What you need to do: Please repeat the lines below, exactly and only, from the one that holds "string, fittings: SystemRole[])" through the one that holds "const packs = Math.ceil(quantity".

Supplied information:
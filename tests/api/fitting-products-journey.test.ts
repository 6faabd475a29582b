import ExcelJS from 'exceljs';
import Papa from 'papaparse';
import type request from 'supertest';
import { afterAll, beforeAll, describe, expect, it } from 'vitest';
import { runEstimateFromCsv, formatProblem } from '../../shared/engine/estimate';
import type { Totals } from '../../shared/engine/result';
import type { SystemRole } from '../../shared/schemas/catalogue.schema';
import { estimateSchema, type Estimate } from '../../shared/schemas/estimate.schema';
import { orderDetailSchema, quoteRequestSchema } from '../../shared/schemas/order.schema';
import { loadingSheetSchema } from '../../shared/schemas/slot.schema';
import { DEMO_CATALOGUES, installCatalogue, type DemoMerchant } from '../../seeds/02-catalogue';
import { makeOrgWithUser, makeUser } from '../setup/factories';
import { inDays, signIn } from '../setup/scenario';
import { createTestApp, type TestApp } from '../setup/test-app';

/**
 * A roof that needs every fitting: a hipped main roof (hip irons), a gable wing meeting it in two
 * valleys with verges at its gable end, a lean-to porch against a wall (top abutment), and a chimney
 * in the front slope (side flashings, an apron and a back gutter). Its special pieces and fittings go
 * from the estimate through a quote, an order, the lorry's loading sheet and the exports, each at the
 * engine's quantity and the branch's price of the system's product.
 */
const SCHEDULE = [
  'building,face,quantity,pitch_deg,rafter_mm,run_mm,eaves_mm,top_mm,left,right,top,ridge',
  'Hawthorn,Main front,1,40,,3000,8000,2000,hip,hip,ridge,Main',
  'Hawthorn,Main back,1,40,,3000,8000,2000,hip,hip,ridge,Main',
  'Hawthorn,East hip end,1,40,,3000,6000,0,hip,hip,ridge,Main',
  'Hawthorn,West hip end,1,40,,3000,6000,0,hip,hip,ridge,Main',
  'Hawthorn,Wing left,1,42,3900,,4300,7200,verge,valley,ridge,Wing',
  'Hawthorn,Wing right,1,42,3900,,4300,7200,valley,verge,ridge,Wing',
  'Hawthorn,Porch,1,35,1800,,2400,,verge,verge,abutment,',
  '',
].join('\n');
const OPENINGS = ['building,face,kind,width_mm,height_mm,quantity', 'Hawthorn,Main front,chimney,600,900,1', ''].join('\n');

const [TOLLERBECK, CADDONMERE] = DEMO_CATALOGUES;

/** Each fitting role and the engine total it is priced on, read independently of the server's bill. */
const ENGINE_FIGURE: Partial<Record<SystemRole, (t: Totals) => number>> = {
  eaves_tile: (t) => t.eaves_tiles_order,
  top_tile: (t) => t.top_tiles_order,
  tile_and_half: (t) => t.tile_and_half_order,
  dry_verge: (t) => t.dry_verge_units,
  ridge_end_cap: (t) => t.ridge_end_caps,
  hip_iron: (t) => t.hip_irons,
  valley_trough: (t) => t.valley_units,
  eaves_vent: (t) => t.eaves_m,
  verge_undercloak: (t) => t.verge_m,
  // One flashing product covers the four runs, summed to the centimetre.
  flashing: (t) => Math.round((t.flashings.side_abutment_m + t.flashings.top_abutment_m + t.flashings.apron_m + t.flashings.back_gutter_m) * 100) / 100,
};

let t: TestApp;
beforeAll(async () => {
  t = await createTestApp({ LOGIN_RATE_LIMIT: '1000' });
});
afterAll(async () => t.close());

const login = (email: string) => signIn(t.app, email);

async function merchantWith(catalogue: DemoMerchant, systemName: string) {
  const owner = await makeOrgWithUser(t.db, 'merchant', 'merchant_owner');
  const installed = await installCatalogue(t.db, owner.organisationId, [{ id: owner.branchId!, priceFactor: 1, stockFactor: 1 }], catalogue);
  const sales = await makeUser(t.db, owner.organisationId, 'merchant_sales');
  const dispatcher = await makeUser(t.db, owner.organisationId, 'merchant_dispatcher');
  const driver = await makeUser(t.db, owner.organisationId, 'driver');
  const system = catalogue.systems.find((s) => s.name === systemName)!;
  return {
    branchId: owner.branchId!,
    salesEmail: sales.email,
    dispatcherEmail: dispatcher.email,
    driverId: driver.userId,
    systemId: installed.systemIds.find((s) => s.name === systemName)!.id,
    /** The system's product for a role, as the catalogue sells it at this branch (price factor 1). */
    productOf: (role: SystemRole) => {
      const sku = system.components[role]!;
      const p = catalogue.products.find((x) => x.sku === sku)!;
      return { id: installed.productIds.get(sku)!, sku, name: p.name, unit: p.unit, pack_size: p.pack_size, price: catalogue.prices[sku] };
    },
  };
}

async function estimateFor(systemId: number) {
  const u = await makeOrgWithUser(t.db, 'contractor', 'contractor_estimator');
  const c = await login(u.email);
  const p = await c.post('/api/projects', { name: 'Hawthorn Close', site_address: '3 Hawthorn Close, Tollerbeck', crane_lift: 'allowed', overhead_lines: 'none', set_down_place: 'Front drive' });
  expect(p.status, JSON.stringify(p.body)).toBe(201);
  const token = await c.csrf();
  const s = await c.agent.post(`/api/projects/${p.body.id}/schedule`).set('X-CSRF-Token', token).set('Content-Type', 'text/csv').send(SCHEDULE);
  expect(s.status, JSON.stringify(s.body)).toBe(201);
  const o = await c.agent.post(`/api/projects/${p.body.id}/schedule/openings`).set('X-CSRF-Token', token).set('Content-Type', 'text/csv').send(OPENINGS);
  expect(o.status, JSON.stringify(o.body)).toBe(201);
  const e = await c.post(`/api/projects/${p.body.id}/estimates`, { system_id: systemId });
  expect(e.status, JSON.stringify(e.body)).toBe(201);
  return { c, estimate: estimateSchema.parse(e.body) };
}

const binary = (res: request.Response, cb: (err: Error | null, body: Buffer) => void) => {
  const chunks: Buffer[] = [];
  res.on('data', (chunk: Buffer) => chunks.push(chunk));
  res.on('end', () => cb(null, Buffer.concat(chunks)));
};

async function journey(catalogue: DemoMerchant, systemName: string, fittings: SystemRole[]) {
  const m = await merchantWith(catalogue, systemName);
  const { c, estimate: e } = await estimateFor(m.systemId);

  // The engine's own take-off of the same schedule, openings and system, worked out here.
  const direct = runEstimateFromCsv(SCHEDULE, e.system_input, OPENINGS);
  if (!direct.ok) throw new Error(direct.errors.map(formatProblem).join('\n'));
  const totals = direct.result.totals;
  expect(e.result.totals).toEqual(totals);

  // 1. The estimate: one line per fitting at the engine's figure, in whole packs at the branch's pack price.
  const expected = fittings.map((role) => {
    const product = m.productOf(role);
    const quantity = ENGINE_FIGURE[role]!(totals);
    expect(quantity, `${role}: the roof needs some`).toBeGreaterThan(0);
    const packs = Math.ceil(quantity / product.pack_size - 1e-9);
    return { role, product, quantity, packs, total: packs * product.price };
  });
  for (const x of expected) {
    const line = e.lines.find((l) => l.category === x.role);
    expect(line, x.role).toMatchObject({
      product_id: x.product.id,
      sku: x.product.sku,
      quantity: x.quantity,
      unit: x.product.unit,
      pack_size: x.product.pack_size,
      packs: x.packs,
      unit_price: x.product.price,
      total: x.total,
    });
  }
  expect(e.not_counted).toEqual([]);
  expect(e.totals.subtotal).toBe(e.lines.reduce((s, l) => s + (l.total ?? 0), 0));

  // 2. A quote: the desk prices every line with the system's product; packs and prices default to the branch's.
  const asked = await c.post('/api/quote-requests', { estimate_id: e.id, branch_ids: [m.branchId], requested_date: inDays(9), time_window: '07:30-12:00', delivery_method: 'ground' });
  expect(asked.status, JSON.stringify(asked.body)).toBe(201);
  const requestLines = quoteRequestSchema.parse(asked.body).lines;
  for (const x of expected)
    expect(
      requestLines.find((l) => l.category === x.role),
      x.role,
    ).toMatchObject({ quantity: x.quantity, unit: x.product.unit });
  const desk = await login(m.salesEmail);
  const answered = await desk.post(`/api/quotes/${asked.body.quotes[0].id}/answer`, {
    lines: requestLines.map((l) => ({ request_line_id: l.id, product_id: e.lines.find((el) => el.category === l.category)!.product_id })),
    valid_until: inDays(20),
  });
  expect(answered.status, JSON.stringify(answered.body)).toBe(200);
  const quote = answered.body.quotes[0];
  for (const x of expected) {
    const ql = quote.lines.find((l: { request_line_id: number }) => l.request_line_id === requestLines.find((r) => r.category === x.role)!.id);
    expect(ql, x.role).toMatchObject({ sku: x.product.sku, packs: x.packs, unit_price: x.product.price, total: x.total });
  }
  const accepted = await c.post(`/api/quotes/${quote.id}/accept`);
  expect(accepted.status, JSON.stringify(accepted.body)).toBe(201);
  const fromQuote = orderDetailSchema.parse((await c.get(`/api/orders/${accepted.body.order.id}`)).body);
  for (const x of expected)
    expect(
      fromQuote.lines.find((l) => l.category === x.role),
      x.role,
    ).toMatchObject({ sku: x.product.sku, quantity: x.packs, unit_price: x.product.price, total: x.total });

  // 3. An order placed straight from the estimate: the estimate's packs at the branch's prices.
  const placed = await c.post('/api/orders', { estimate_id: e.id, branch_id: m.branchId, requested_date: inDays(3), time_window: '07:30-12:00', delivery_method: 'ground' });
  expect(placed.status, JSON.stringify(placed.body)).toBe(201);
  const order = orderDetailSchema.parse(placed.body);
  for (const x of expected)
    expect(
      order.lines.find((l) => l.category === x.role),
      x.role,
    ).toMatchObject({ product_id: x.product.id, quantity: x.packs, pack_size: x.product.pack_size, unit_price: x.product.price, total: x.total });

  // 4. The desk confirms it onto a lorry; the driver's loading sheet carries every fitting, on the pallets too.
  const yard = await login(m.dispatcherEmail);
  const lorry = await yard.post(`/api/branches/${m.branchId}/lorries`, { registration: `RL-FT${String(m.branchId).padStart(2, '0')}`, payload_kg: 26000, pallet_slots: 26 });
  expect(lorry.status, JSON.stringify(lorry.body)).toBe(201);
  const slot = await yard.post(`/api/branches/${m.branchId}/slots`, { lorry_id: lorry.body.id, date: inDays(3), time_window: '07:30-12:00' });
  expect(slot.status, JSON.stringify(slot.body)).toBe(201);
  const confirmed = await desk.post(`/api/orders/${order.id}/confirm`, { slot_id: slot.body.id });
  expect(confirmed.status, JSON.stringify(confirmed.body)).toBe(200);
  expect((await yard.patch(`/api/slots/${slot.body.id}`, { driver_id: m.driverId })).status).toBe(200);
  const sheet = loadingSheetSchema.parse((await yard.get(`/api/deliveries?date=${inDays(3)}&driver_id=${m.driverId}`)).body);
  const stop = sheet.runs[0].stops.find((s) => s.order_id === order.id)!;
  const palletItems = stop.pallets.flatMap((p) => p.items);
  for (const x of expected) {
    const line = order.lines.find((l) => l.category === x.role)!;
    expect(
      stop.lines.find((l) => l.line_id === line.id),
      x.role,
    ).toMatchObject({ sku: x.product.sku, quantity: x.packs, unit: x.product.unit });
    // What the pallets carry of it: every unit of the packs sent (metres for the products sold by the metre).
    const carried = palletItems.filter((i) => ITEM_OF[x.role] === i.item).reduce((s, i) => s + i.quantity, 0);
    expect(carried, x.role).toBeCloseTo(x.packs * x.product.pack_size, 6);
  }

  // 5. The exports: the bill as CSV and as a workbook, each fitting at its quantity, packs, pack price and total.
  const csv = await c.agent.get(`/api/estimates/${e.id}/export.csv`);
  expect(csv.status).toBe(200);
  const rows = Papa.parse<Record<string, string>>(csv.text.replace(/^\uFEFF/, ''), { header: true, skipEmptyLines: true }).data;
  const xlsx = await c.agent.get(`/api/estimates/${e.id}/export.xlsx`).buffer(true).parse(binary);
  const wb = new ExcelJS.Workbook();
  await wb.xlsx.load(xlsx.body as ArrayBuffer);
  const bill = wb.getWorksheet('Bill of materials')!;
  const headers = (bill.getRow(1).values as unknown[]).slice(1);
  const cell = (row: number, header: string) => bill.getRow(row).getCell(headers.indexOf(header) + 1).value;
  for (const x of expected) {
    const row = rows.find((r) => r.SKU === x.product.sku);
    expect(row, x.role).toMatchObject({ Quantity: String(x.quantity), Unit: x.product.unit, Packs: String(x.packs), 'Pack price': String(x.product.price / 100), Total: String(x.total / 100) });
    let n = 2;
    while (n <= bill.rowCount && cell(n, 'SKU') !== x.product.sku) n++;
    expect(cell(n, 'Quantity'), x.role).toBe(x.quantity);
    expect([cell(n, 'Packs'), cell(n, 'Pack price'), cell(n, 'Total')], x.role).toEqual([x.packs, x.product.price / 100, x.total / 100]);
  }
  return { estimate: e as Estimate, totals };
}

/** The pallet item each fitting travels as: the engine's own name where it palletises it, else the product's category. */
const ITEM_OF: Partial<Record<SystemRole, string>> = {
  eaves_tile: 'eaves_tiles',
  top_tile: 'top_tiles',
  tile_and_half: 'tile_and_half',
  dry_verge: 'dry_verge_units',
  ridge_end_cap: 'ridge_end_caps',
  hip_iron: 'hip_irons',
  valley_trough: 'valley_units',
  eaves_vent: 'eaves_vent',
  verge_undercloak: 'verge_undercloak',
  flashing: 'flashing',
};

describe('every fitting product from the estimate to the lorry and the exports', () => {
  it('a plain tile roof with mortar verges: eaves and top tiles, tiles-and-a-half, hip irons, eaves ventilation, verge undercloak and flashing', async () => {
    const { totals } = await journey(TOLLERBECK, 'Kilnworth clay plain tile roof', ['eaves_tile', 'top_tile', 'tile_and_half', 'hip_iron', 'eaves_vent', 'verge_undercloak', 'flashing']);
    // Four hips, an iron at the foot of each (common practice); the porch's wall 2.4 m (geometry).
    expect(totals.hip_irons).toBe(4);
    expect(totals.flashings.top_abutment_m).toBe(2.4);
  });

  it('an interlocking tile roof with dry verges and trough valleys: verge units, ridge end caps, hip irons, valley troughs, eaves ventilation and flashing, and no undercloak', async () => {
    const { estimate, totals } = await journey(CADDONMERE, 'Wharf-Lock 380 interlocking tile roof', ['dry_verge', 'ridge_end_cap', 'hip_iron', 'valley_trough', 'eaves_vent', 'flashing']);
    // Dry verge units are their own product: the verges' metres price no undercloak strip.
    expect(totals.verge_m).toBeGreaterThan(0);
    expect(estimate.lines.some((l) => l.category === 'verge_undercloak')).toBe(false);
    expect(estimate.lines.some((l) => l.category === 'valley')).toBe(false);
  });
});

Result for this exercise:
async function journey(catalogue: DemoMerchant, systemName: string, fittings: SystemRole[]) {
  const m = await merchantWith(catalogue, systemName);
  const { c, estimate: e } = await estimateFor(m.systemId);

  // The engine's own take-off of the same schedule, openings and system, worked out here.
  const direct = runEstimateFromCsv(SCHEDULE, e.system_input, OPENINGS);
  if (!direct.ok) throw new Error(direct.errors.map(formatProblem).join('\n'));
  const totals = direct.result.totals;
  expect(e.result.totals).toEqual(totals);

  // 1. The estimate: one line per fitting at the engine's figure, in whole packs at the branch's pack price.
  const expected = fittings.map((role) => {
    const product = m.productOf(role);
    const quantity = ENGINE_FIGURE[role]!(totals);
    expect(quantity, `${role}: the roof needs some`).toBeGreaterThan(0);
    const packs = Math.ceil(quantity / product.pack_size - 1e-9);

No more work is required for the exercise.